● **Exercise directions**
Return, word for word, only the lines of the data below that lie between the line with "def to_iso(values: FloatArray, axes: str, unit: str)" and the line with "if path.exists() and", those two lines included.

________

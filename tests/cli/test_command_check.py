from __future__ import annotations

import json
from pathlib import Path

import numpy as np
import pytest
from command_line import Cli
from corners import HARDPOINTS, SAMPLES

import toewright as tw
from toewright.model.glossary import quantity

FRONT = HARDPOINTS / "marten_front.toml"
REAR = HARDPOINTS / "marten_rear.toml"
VAN = HARDPOINTS / "linnet_front.toml"
UNEQUAL = HARDPOINTS / "ibex_front.toml"


def row(text: str, label: str) -> str:
    """The first line of a table that begins with this label."""
    return next(line for line in text.splitlines() if line.strip().startswith(label))


def without(text: str, *keys: str) -> str:
    """A hardpoint file without the lines that begin with these keys."""
    return "\n".join(line for line in text.splitlines() if not line.startswith(keys))


@pytest.mark.parametrize("sample", SAMPLES, ids=lambda p: p.stem)
def test_every_sample_passes_and_every_signed_figure_has_unit_and_sign(cli: Cli, sample: Path) -> None:
    result = cli("check", sample)
    assert result.code == 0
    for name in ("kingpin_inclination", "caster", "scrub_radius", "mechanical_trail", "transmission_angle"):
        entry = quantity(name)
        assert f"{entry.unit}, {entry.sign}" in row(result.out, entry.label)
    assert "deg/m per wheel, toe-in with bump +" in row(result.out, "bump-steer rate")
    assert "tie rod" in result.out
    assert "Remarks" in result.out


def test_toe_is_never_bare(cli: Cli) -> None:
    result = cli("check", FRONT)
    lines = result.out.splitlines()
    static = lines.index(row(result.out, "static toe"))
    assert lines[static].split()[2:] == ["-0.10", "deg", "per", "wheel,", "toe-in", "+"]
    assert lines[static + 1].split() == "as measured 0.44 out mm per wheel across the 254 mm rim".split()
    rate = lines.index(row(result.out, "bump-steer rate"))
    assert lines[rate + 1].split() == "over 25 mm of bump 0.62 in mm per wheel across the 254 mm rim".split()


@pytest.mark.parametrize(
    ("options", "words"),
    [
        (["--toe-unit", "min"], "6.0 out min of arc per wheel"),
        (["--toe-diameter", "600"], "1.05 out mm per wheel across 600 mm"),
        (["--toe-total"], "0.89 out mm total of both wheels across the 254 mm rim"),
        (["--toe-unit", "in"], "0.0175 toe-out inch per wheel across the 254 mm rim"),
    ],
)
def test_the_workshop_can_have_its_unit(cli: Cli, options: list[str], words: str) -> None:
    result = cli("check", FRONT, *options)
    assert words in " ".join(row(result.out, "as measured").split())


def test_without_a_rim_the_workshop_figure_is_in_minutes(cli: Cli, tmp_path: Path) -> None:
    file = tmp_path / "bare.toml"
    file.write_text(without(FRONT.read_text(), "rim_diameter", "other_axle"))
    assert "min of arc per wheel" in row(cli("check", file).out, "as measured")
    refused = cli("check", file, "--toe-unit", "mm")
    assert refused.code == 2
    assert "wheel.rim_diameter is missing" in refused.complaint


def test_mirror_images_get_one_column_and_unequal_sides_two(cli: Cli) -> None:
    assert "mirror images: one column" in cli("check", FRONT).out
    result = cli("check", UNEQUAL)
    assert "The sides differ" in result.out
    assert row(result.out, "design position").split()[2:4] == ["left", "right"]
    assert "434.12" in row(result.out, "upper arm, front leg")
    assert "456.26" in row(result.out, "upper arm, front leg")


def test_a_right_corner_that_mirrors_the_left_is_recognised(cli: Cli, tmp_path: Path) -> None:
    text = FRONT.read_text()
    left = text[text.index("[left]") : text.index("# What the workshop")]
    right = left.replace("[left", "[right")
    for number in ("262.0", "268.0", "528.0", "214.0", "221.0", "561.0", "228.0, 148.0", "548.0", "602.0"):
        right = right.replace(f" {number}", f" -{number}", 1)
    file = tmp_path / "both.toml"
    file.write_text(without(text, "other_axle") + "\n" + right)
    assert not tw.load(file).symmetric
    assert "mirror images: one column" in cli("check", file).out


def test_a_rear_axle_without_rack_has_no_steer_rate(cli: Cli) -> None:
    result = cli("check", REAR)
    assert "no rack (toe links)" in result.out
    assert "steer rate" not in result.out.replace("bump-steer rate", "")


@pytest.mark.parametrize(
    ("sample", "words"),
    [
        (FRONT, "68.6 mm ahead of the steering axis and 6.9 mm inboard of it"),
        (VAN, "139.5 mm behind the steering axis and 17.1 mm inboard of it"),
    ],
)
def test_the_tie_rod_is_placed_in_words(cli: Cli, sample: Path, words: str) -> None:
    assert words in cli("check", sample).out


def test_uncommon_angles_are_remarked_as_common_practice_once_for_both_sides(cli: Cli, tmp_path: Path) -> None:
    file = tmp_path / "leaning.toml"
    text = without(FRONT.read_text(), "other_axle").replace("[-9.0, 528.0, 312.0]", "[-69.0, 528.0, 312.0]")
    file.write_text(text)
    result = cli("check", file)
    assert result.code == 0
    remarks = [line for line in result.out.splitlines() if "caster" in line and line.startswith("- ")]
    assert len(remarks) == 1
    assert remarks[0].startswith("- both sides: caster +20.")
    assert "passenger cars commonly steer with +3 to +8 deg (common practice, not a rule)" in remarks[0]


def test_json_holds_the_figures_of_the_library(cli: Cli) -> None:
    result = cli("check", FRONT, UNEQUAL, "--json")
    assert result.code == 0
    documents = json.loads(result.out)
    assert [Path(d["file"]).name for d in documents] == ["marten_front.toml", "ibex_front.toml"]
    assert [d["mirror_images"] for d in documents] == [True, False]
    for document, path in zip(documents, (FRONT, UNEQUAL), strict=True):
        axle = tw.load(path)
        pose = tw.design_pose(axle)
        assert document["sha256"] == axle.sha256
        for s, corner in enumerate(document["corners"]):
            assert corner["side"] == ("left", "right")[s]
            for name in ("caster", "scrub_radius", "bump_steer_rate", "steer_rate", "camber_gain"):
                assert corner[name] == pose[name][s, 0, 0]
            points = axle.corner(corner["side"]).points
            rod = np.linalg.norm(points["tie_rod_outer"] - points["tie_rod_inner"])
            assert corner["lengths_mm"]["tie rod"] == pytest.approx(rod, abs=1e-12)
        assert document["quantities"]["caster"] == {"unit": "deg", "sign": "top rearward +"}


def test_all_files_are_checked_and_one_at_fault_makes_it_2(cli: Cli, tmp_path: Path) -> None:
    missing, broken = tmp_path / "missing.toml", tmp_path / "broken.toml"
    broken.write_text("schema = \n")
    result = cli("check", missing, FRONT, broken)
    assert result.code == 2
    assert "Marten 04, front axle" in result.out
    complaints = result.err.splitlines()
    assert len(complaints) == 2
    assert all(c.startswith(f"toewright: {p}: ") for c, p in zip(complaints, (missing, broken), strict=True))
    documents = json.loads(cli("check", missing, FRONT, "--json").out)
    assert "there is no such file" in documents[0]["error"]
    assert "corners" in documents[1]


def test_a_linkage_that_is_locked_as_drawn_is_refused(cli: Cli, tmp_path: Path) -> None:
    """The inner joint on the line through the outer one and the steering axis, level with the arm: tie rod and arm in line."""
    axle = tw.load(FRONT)
    points = axle.left.points
    lower, upper, outer = (points[n] for n in ("lower_ball_joint", "upper_ball_joint", "tie_rod_outer"))
    axis = (upper - lower) / np.linalg.norm(upper - lower)
    foot = lower + axis * ((outer - lower) @ axis)
    inner = outer + (foot - outer) * 3.0
    file = tmp_path / "locked.toml"
    text = without(FRONT.read_text(), "other_axle").replace("[62.0, 228.0, 148.0]", str([float(v) for v in inner]))
    file.write_text(text)
    for arguments in (["check", file], ["sweep", file]):
        result = cli(*arguments)
        assert result.code == 2
        assert str(file) in result.complaint


def test_explain_defines_what_is_shown(cli: Cli) -> None:
    text = " ".join(cli("check", FRONT, "--explain").out.split())
    assert "Definitions" in text
    assert "kingpin offset at ground" in text
    assert "d toe_in / d wheel_travel at fixed rack" in text


def test_brackets_in_a_title_are_shown_as_they_are(cli: Cli, tmp_path: Path) -> None:
    file = tmp_path / "title.toml"
    text = without(FRONT.read_text(), "other_axle").replace("Marten 04, front axle", "[bold red]Marten[/] :smile:")
    file.write_text(text)
    assert "[bold red]Marten[/] :smile:" in cli("check", file).out
    assert "[bold red]Marten[/] :smile:" in cli("sweep", file).out
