"""Axes and length units of files, to and from ISO 8855 and mm."""

from __future__ import annotations

from collections.abc import Mapping

import numpy as np

from toewright.core.types import FloatArray

MM_PER: Mapping[str, float] = {"mm": 1.0, "m": 1000.0, "in": 25.4}
"""Millimetres in one of each length unit."""

AXIS_SIGNS: Mapping[str, FloatArray] = {
    "iso-8855": np.array([1.0, 1.0, 1.0]),
    "sae-j670": np.array([1.0, -1.0, -1.0]),
}
"""Signs that turn a file's x, y, z into ISO 8855. SAE J670 (2008) also admits z up; here it means the z-down form."""


def to_iso(values: FloatArray, axes: str, unit: str) -> FloatArray:
    """Points (..., 3) of a file in ISO 8855 axes and mm."""
    return np.asarray(values, dtype=float) * AXIS_SIGNS[axes] * MM_PER[unit]


def from_iso(values: FloatArray, axes: str, unit: str) -> FloatArray:
    """Points (..., 3) mm of ISO 8855 in a file's axes and unit."""
    return np.asarray(values, dtype=float) * AXIS_SIGNS[axes] / MM_PER[unit]
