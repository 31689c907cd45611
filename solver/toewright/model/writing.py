"""Writing files so that nothing is half-written and nothing is lost."""

from __future__ import annotations

import os
import tempfile
from collections.abc import Callable
from pathlib import Path

from toewright.model.errors import InputError


def check_target(path: Path, force: bool) -> None:
    """Refuse an output path before any work is done.

    Raises:
        InputError: if the file exists and ``force`` is not set, or its folder does not exist or is no folder.
    """
    if path.is_dir():
        raise InputError(f"{path}: is a folder; give a file name")
    if path.exists() and not force:
        raise InputError(f"{path}: exists already; give another name, or --force to replace it")
    folder = path.parent
    if not folder.is_dir():
        raise InputError(f"{path}: the folder {folder} does not exist; make it first or give another name")
    if not os.access(folder, os.W_OK):
        raise InputError(f"{path}: the folder {folder} can't be written to; give another name")


def write_safely(path: Path, write: Callable[[Path], None], *, force: bool = False) -> None:
    """Write through a temporary file of the same folder and suffix, which takes the name only when it is whole.

    Raises:
        InputError: if the target is refused (see ``check_target``) or can't be written.
    """
    check_target(path, force)
    try:
        handle, name = tempfile.mkstemp(prefix=".toewright-", suffix=path.suffix, dir=path.parent)
    except OSError as error:
        raise InputError(f"{path}: can't be written ({error.strerror}); give another name") from error
    os.close(handle)
    temporary = Path(name)
    try:
        write(temporary)
        mask = os.umask(0)
        os.umask(mask)
        temporary.chmod(0o666 & ~mask)
        temporary.replace(path)
    except OSError as error:
        raise InputError(f"{path}: can't be written ({error.strerror}); free space or give another name") from error
    finally:
        temporary.unlink(missing_ok=True)


def write_text(path: Path, text: str, *, force: bool = False) -> None:
    """Write text as UTF-8 with ``write_safely``."""

    def write(place: Path) -> None:
        place.write_text(text, encoding="utf-8", newline="")

    write_safely(path, write, force=force)
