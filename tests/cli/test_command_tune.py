from __future__ import annotations

import json
from pathlib import Path

import pytest
from command_line import Cli
from corners import HARDPOINTS

import toewright as tw

FRONT = HARDPOINTS / "marten_front.toml"
FLAT = ("--free", "tie_rod_inner.z=-10:10", "--toward", "bump_steer over -25:25 = 0")


def test_a_new_file_with_comments_kept(cli: Cli, tmp_path: Path) -> None:
    new = tmp_path / "new.toml"
    result = cli("tune", FRONT, *FLAT, "-o", new)
    assert result.code == 0
    for words in (
        "before ",
        "after  ",
        "No bound binds.",
        "How sure",
        "All starts led to this one answer",
        "verify on the vehicle",
    ):
        assert words in result.out
    assert "# rack end joint" in new.read_text()
    changed = [
        (a, b) for a, b in zip(FRONT.read_text().splitlines(), new.read_text().splitlines(), strict=True) if a != b
    ]
    assert len(changed) == 1
    (tmp_path / "marten_rear.toml").write_text((HARDPOINTS / "marten_rear.toml").read_text())
    assert tw.load(new).left.points["tie_rod_inner"][2] == pytest.approx(150.2, abs=0.2)


def test_the_old_file_is_kept(cli: Cli, tmp_path: Path) -> None:
    new = tmp_path / "new.toml"
    new.write_text("mine")
    result = cli("tune", FRONT, *FLAT, "-o", new)
    assert result.code == 2
    assert "--force" in result.complaint
    assert new.read_text() == "mine"


def test_keep_trade_grid_and_json(cli: Cli) -> None:
    result = cli(
        "tune", FRONT, *FLAT, "--free", "tie_rod_outer.z=-5:5", "--toward", "bump_steer over -25:25 rack 20 = 0",
        "--keep", "steer_rate", "--keep", "camber in -3:0", "--grid", "0.5", "--trade", "--starts", "2", "--json",
    )  # fmt: skip
    assert result.code == 0
    found = json.loads(result.out)
    assert len(found["after"]) == 4
    assert len(found["trade"]["weights"]) == 9
    place = found["free"][0]["present"] + found["answers"][0]["moves_mm"]["tie_rod_inner.z"]
    assert place == pytest.approx(round(2 * place) / 2, abs=1e-9)


def test_without_output_nothing_is_written(cli: Cli) -> None:
    assert "Nothing is written" in cli("tune", FRONT, *FLAT, "--starts", "1").out


@pytest.mark.parametrize(
    ("arguments", "words"),
    [
        ([], "nothing is free"),
        (["--free", "tie_rod_inner.z=-1:1"], "there is no goal"),
        (["--free", "tie_rod_inner.z=3:1", *FLAT[2:]], "lower bound first"),
        (["--free", "tie_rod.z=-1:1", *FLAT[2:]], "is not a coordinate"),
        ([*FLAT[:2], "--toward", "bump_ster over -5:5 = 0"], "did you mean 'bump_steer'"),
        ([*FLAT[:2], "--toward", "bump_steer over -900:900 = 0"], "as drawn"),
        ([*FLAT, "--starts", "0"], "--starts 0"),
        ([*FLAT, "--grid", "0"], "--grid 0"),
        ([*FLAT, "--trade"], "needs two goals"),
        ([*FLAT, "--keep", "scrub"], "no figure"),
    ],
)
def test_refusals_are_one_sentence(cli: Cli, arguments: list[str], words: str) -> None:
    result = cli("tune", FRONT, *arguments)
    assert result.code == 2
    assert words in result.complaint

________

● **Result**
def to_iso(values: FloatArray, axes: str, unit: str) -> FloatArray:
    """Points (..., 3) of a file in ISO 8855 axes and mm."""
    return np.asarray(values, dtype=float) * AXIS_SIGNS[axes] * MM_PER[unit]


def from_iso(values: FloatArray, axes: str, unit: str) -> FloatArray:
    """Points (..., 3) mm of ISO 8855 in a file's axes and unit."""
    return np.asarray(values, dtype=float) * AXIS_SIGNS[axes] / MM_PER[unit]
repository 31689c907cd45611
filename solver/toewright/model/writing.py
"""Writing files so that nothing is half-written and nothing is lost."""

from __future__ import annotations

import os
import tempfile
from collections.abc import Callable
from pathlib import Path

from toewright.model.errors import InputError


def check_target(path: Path, force: bool) -> None:
    """Refuse an output path before any work is done.

    Raises:
        InputError: if the file exists and ``force`` is not set, or its folder does not exist or is no folder.
    """
    if path.is_dir():
        raise InputError(f"{path}: is a folder; give a file name")
    if path.exists() and not force:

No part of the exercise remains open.